* [WORK INSTRUCTIONS] Your task is to copy each line of the records that includes the string "lead".

* [RECORD SET]
== Segment start ==

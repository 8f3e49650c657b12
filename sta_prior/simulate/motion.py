"""Invented knee and thigh motion of four tasks: smooth, plausible, of no real person.

Level walking and stairs are periodic sums of smooth bumps, the lift is made of
minimum-jerk pieces. Conventions: docs/conventions.md; the lab has x forward,
y up, z to the right, and so have both bones in upright standing.
"""

from __future__ import annotations

from dataclasses import dataclass

import numpy as np
from numpy.random import Generator

from sta_prior.angles import JointConvention, rotation_from_angles
from sta_prior.checks import FloatArray, nearest
from sta_prior.errors import InputError, message
from sta_prior.se3 import make_pose

TASKS = ("stair-up", "stair-down", "parcel-lift", "level-walk")
RATE = 100.0  # Hz
KNEE = JointConvention(kind="knee", side="right")
_HIP = JointConvention(kind="hip", side="right")
_DEGREE = np.pi / 180.0
_PEAK_LIMIT = {
    "stair-up": 95.0 * _DEGREE,
    "stair-down": 93.0 * _DEGREE,
    "parcel-lift": 100.0 * _DEGREE,
    "level-walk": 62.0 * _DEGREE,
}
_DURATION = {"stair-up": 2.7, "stair-down": 2.5, "parcel-lift": 3.0, "level-walk": 2.4}  # s
_PERIOD = {"stair-up": 1.35, "stair-down": 1.25, "parcel-lift": 3.0, "level-walk": 1.10}  # s
_BASE = {"stair-up": 8.0, "stair-down": 9.0, "parcel-lift": 5.0, "level-walk": 4.0}  # deg
# Bumps (height, centre in cycles, sharpness) of knee flexion; the sum is scaled to the peak.
_BUMPS = {
    "stair-up": ((0.52, 0.02, 2.5), (0.88, 0.80, 4.0)),
    "stair-down": ((0.25, 0.12, 4.0), (1.0, 0.68, 3.0)),
    "level-walk": ((0.24, 0.14, 6.0), (1.0, 0.71, 2.5)),
}
# Thigh pitch: mean deg, amplitude deg, cycle of its maximum.
_PITCH = {"stair-up": (32.0, 26.0, 0.93), "stair-down": (22.0, 13.0, 0.80), "level-walk": (6.0, 18.0, 0.95)}
# Mean velocity of the hip in m/s: forward, up.
_VELOCITY = {"stair-up": (0.42, 0.25), "stair-down": (0.45, -0.27), "level-walk": (1.20, 0.0)}
_HARMONICS = 2


@dataclass(frozen=True)
class MotionStyle:
    """How one subject moves: constants behind every trial.

    Attributes
    ----------
    reference_angles : shape (3,), rad, knee flexion, adduction, internal rotation in the static trial
    amplitude : shape (4,), unitless, peak knee flexion over the task's limit, below 1
    cadence : unitless, about 1
    thigh_offset : shape (3,), rad, pitch, roll and turn of the thigh against the average
    coupling : shape (2,), rad, adduction and internal rotation gained in deep flexion
    wiggle : shape (4, 2, 2, 2), rad; task, dof (adduction, rotation), harmonic, (cosine, sine)
    travel : shape (3,), m, joint-centre travel of the distal centre: backwards at deep
        flexion, upwards at 60°, sideways at 5° of internal rotation
    """

    reference_angles: FloatArray
    amplitude: FloatArray
    cadence: float
    thigh_offset: FloatArray
    coupling: FloatArray
    wiggle: FloatArray
    travel: FloatArray


@dataclass(frozen=True)
class TaskMotion:
    """One trial's true motion before any marker is attached.

    Attributes
    ----------
    time : shape (n,), s
    angles : shape (n, 3), rad, knee flexion, adduction, internal rotation
    thigh_angles : shape (n, 3), rad, pitch, roll, turn of the thigh in the lab (Z-X-Y)
    hip_position : shape (n, 3), m, lab
    cycles : (start s, end s) of each whole movement cycle
    """

    time: FloatArray
    angles: FloatArray
    thigh_angles: FloatArray
    hip_position: FloatArray
    cycles: tuple[tuple[float, float], ...]


def draw_style(generator: Generator) -> MotionStyle:
    """Draw one subject's way of moving.

    Parameters
    ----------
    generator : source of all randomness

    Returns
    -------
    MotionStyle, angles rad, lengths m.

    Notes
    -----
    Bounded draws keep every peak of flexion under the limit of its task. Spreads of
    the secondary rotations and of the travel are common practice, no source.
    """
    spread = np.array([1.0, 2.2]) * _DEGREE
    return MotionStyle(
        reference_angles=np.array([generator.uniform(1.0, 6.0), *(generator.uniform(-1, 1, 2) * [1.0, 2.0])])
        * _DEGREE,
        amplitude=generator.uniform(0.92, 0.985, len(TASKS)),
        cadence=float(generator.uniform(0.94, 1.06)),
        thigh_offset=generator.uniform(-1, 1, 3) * np.array([3.0, 2.0, 4.0]) * _DEGREE,
        coupling=(np.array([-1.5, 5.0]) + generator.uniform(-1, 1, 2) * np.array([1.2, 3.0])) * _DEGREE,
        wiggle=generator.standard_normal((len(TASKS), 2, _HARMONICS, 2))
        * (spread[:, None] / np.array([1.0, 2.0]) / 2)[None, :, :, None],
        travel=(np.array([-5.0, 1.5, 0.0]) + generator.uniform(-1, 1, 3) * np.array([2.0, 1.5, 1.5])) * 1e-3,
    )


def secondary_angles(style: MotionStyle, flexion: FloatArray, wiggle: FloatArray) -> FloatArray:
    """Complete knee flexion to three angles.

    Parameters
    ----------
    style : the subject
    flexion : shape (...,), rad
    wiggle : shape (..., 2), rad, adduction and internal rotation that flexion does not explain

    Returns
    -------
    shape (..., 3), rad. At the reference flexion and zero wiggle: the reference angles.
    """
    saturating = np.tanh(flexion / (40 * _DEGREE)) - np.tanh(style.reference_angles[0] / (40 * _DEGREE))
    secondary = style.reference_angles[1:] + style.coupling * saturating[..., None] + wiggle
    return np.concatenate([flexion[..., None], secondary], axis=-1)


def joint_travel(style: MotionStyle, angles: FloatArray) -> FloatArray:
    """Travel of the knee centre, distal minus proximal.

    Parameters
    ----------
    style : the subject
    angles : shape (..., 3), rad, knee angles

    Returns
    -------
    shape (..., 3), m, thigh frame; zero at the reference angles.
    """

    def drive(angle: FloatArray) -> FloatArray:
        return np.stack(
            [
                np.tanh(angle[..., 0] / (50 * _DEGREE)),
                angle[..., 0] / (60 * _DEGREE),
                angle[..., 2] / (5 * _DEGREE),
            ],
            axis=-1,
        )

    return np.asarray(style.travel * (drive(angles) - drive(style.reference_angles)), dtype=np.float64)


def minimum_jerk(time: FloatArray, start: float, end: float) -> FloatArray:
    """Rise from 0 to 1 between two instants with least jerk, constant outside.

    Parameters
    ----------
    time : shape (...,), s
    start, end : s

    Returns
    -------
    shape (...,), unitless.

    References
    ----------
    Flash & Hogan (1985), J. Neurosci. 5(7), 1688–1703.
    """
    share = np.clip((time - start) / (end - start), 0.0, 1.0)
    return np.asarray(share**3 * (10 - 15 * share + 6 * share**2), dtype=np.float64)


def task_motion(
    task: str, style: MotionStyle, leg_lengths: tuple[float, float], generator: Generator
) -> TaskMotion:
    """Make one trial of one task.

    Parameters
    ----------
    task : one of TASKS
    style : the subject
    leg_lengths : m, thigh (hip to knee) and shank (knee to ankle)
    generator : source of the trial's own variation (peak, pace, phase, wiggle)

    Returns
    -------
    TaskMotion at 100 Hz.

    Raises
    ------
    InputError : no such task.
    """
    if task not in TASKS:
        raise InputError(
            message("task", f"expected one of {', '.join(TASKS)}, got {task}", nearest(task, TASKS))
        )
    index = TASKS.index(task)
    frames = round(_DURATION[task] * RATE) + 1
    time = np.arange(frames) / RATE
    period = _PERIOD[task] * style.cadence * generator.uniform(0.98, 1.02)
    peak = _PEAK_LIMIT[task] * style.amplitude[index] * generator.uniform(0.985, 1.012)
    lead = generator.uniform(0.05, 0.25)  # of a cycle, before the first whole one
    variation = 1.0 + 0.2 * generator.standard_normal((2, _HARMONICS, 2))
    if task == "parcel-lift":
        period = _DURATION[task]
        phase = time / period
        start, rest = generator.uniform(0.25, 0.40), generator.uniform(0.15, 0.35)
        lowering, rising = generator.uniform(0.80, 0.95), generator.uniform(0.85, 1.0)
        bottom = start + lowering
        shape = minimum_jerk(time, start, bottom) - minimum_jerk(time, bottom + rest, bottom + rest + rising)
        base = float(style.reference_angles[0])
    else:
        phase = time / period - lead
        shape = _bumps(task, phase) / _bumps(task, np.linspace(0, 1, 1001)).max()
        base = _BASE[task] * _DEGREE
    flexion = base + (peak - base) * shape
    angles = secondary_angles(style, flexion, _wiggle(style.wiggle[index] * variation, phase))
    thigh_angles, hip_position = _root(task, style, leg_lengths, time, phase, angles)
    hip_position = hip_position + generator.uniform(-0.1, 0.1, 3) * np.array([1.0, 0.0, 1.0])
    return TaskMotion(time, angles, thigh_angles, hip_position, _cycles(time, phase, period))


def leg_poses(
    thigh_angles: FloatArray,
    hip_position: FloatArray,
    angles: FloatArray,
    travel: FloatArray,
    centres: FloatArray,
) -> FloatArray:
    """Place thigh and shank in the lab.

    Parameters
    ----------
    thigh_angles : shape (..., 3), rad, pitch, roll, turn (Z-X-Y)
    hip_position : shape (..., 3), m, lab, origin of the thigh
    angles : shape (..., 3), rad, knee angles
    travel : shape (..., 3), m, thigh frame
    centres : shape (2, 3), m, knee centre in the thigh and in the shank frame

    Returns
    -------
    shape (..., 2, 4, 4), lab_from_bone of thigh and shank.
    """
    lab_from_thigh = make_pose(rotation_from_angles(_HIP, thigh_angles), hip_position)
    rotation = rotation_from_angles(KNEE, angles)
    thigh_from_shank = make_pose(
        rotation, centres[0] + travel - np.einsum("...ij,j->...i", rotation, centres[1])
    )
    return np.stack([lab_from_thigh, lab_from_thigh @ thigh_from_shank], axis=-3)


def _bumps(task: str, phase: FloatArray) -> FloatArray:
    """Sum of periodic bumps; its maximum is about 1."""
    parts = [h * np.exp(k * (np.cos(2 * np.pi * (phase - c)) - 1)) for h, c, k in _BUMPS[task]]
    return np.asarray(np.sum(parts, axis=0), dtype=np.float64)


def _wiggle(coefficients: FloatArray, phase: FloatArray) -> FloatArray:
    """Fourier series of two harmonics, coefficients (2 dof, harmonic, cosine/sine), to (n, 2) rad."""
    turns = 2 * np.pi * phase[:, None] * np.arange(1, _HARMONICS + 1)
    waves = np.stack([np.cos(turns), np.sin(turns)], axis=-1)
    return np.asarray(np.einsum("dhc,nhc->nd", coefficients, waves), dtype=np.float64)


def _root(
    task: str,
    style: MotionStyle,
    leg_lengths: tuple[float, float],
    time: FloatArray,
    phase: FloatArray,
    angles: FloatArray,
) -> tuple[FloatArray, FloatArray]:
    """Thigh pitch, roll, turn (n, 3) rad and hip position (n, 3) m in the lab."""
    turn = 2 * np.pi * phase
    if task == "parcel-lift":
        pitch = 0.62 * angles[:, 0]
        sway = 0.2
    else:
        mean, amplitude, top = _PITCH[task]
        pitch = (mean + amplitude * np.cos(turn - 2 * np.pi * top)) * _DEGREE
        sway = 1.0
    roll = sway * 3.0 * _DEGREE * np.cos(turn - 1.0)
    axial = sway * 4.0 * _DEGREE * np.cos(turn + 0.7)
    thigh_angles = np.stack([pitch, roll, axial], axis=-1) + style.thigh_offset
    if task == "parcel-lift":
        # The ankle stays where it is; the hip goes down and back above it.
        thigh, shank = leg_lengths
        shank_pitch = thigh_angles[:, 0] - angles[:, 0]
        forward = -thigh * np.sin(thigh_angles[:, 0]) - shank * np.sin(shank_pitch)
        upward = 0.08 + thigh * np.cos(thigh_angles[:, 0]) + shank * np.cos(shank_pitch)
        return thigh_angles, np.stack([forward, upward, np.full_like(time, 0.09)], axis=-1)
    speed, climb = _VELOCITY[task]
    height = 0.08 + 0.97 * sum(leg_lengths)
    hip_position = np.stack(
        [
            speed * time / style.cadence + 0.01 * np.sin(2 * turn),
            height + climb * time / style.cadence + 0.02 * np.cos(2 * turn + 0.5),
            0.09 + 0.02 * np.cos(turn),
        ],
        axis=-1,
    )
    return thigh_angles, hip_position


def _cycles(time: FloatArray, phase: FloatArray, period: float) -> tuple[tuple[float, float], ...]:
    """Whole cycles inside the trial; each starts where the phase is a whole number."""
    first = float((np.ceil(phase[0] - 1e-9) - phase[0]) * period)
    count = int(np.floor((time[-1] - first) / period + 1e-9))
    return tuple((first + k * period, min(first + (k + 1) * period, float(time[-1]))) for k in range(count))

== Segment end ==

* [EXERCISE ANSWER]
    lead = generator.uniform(0.05, 0.25)  # of a cycle, before the first whole one
        phase = time / period - lead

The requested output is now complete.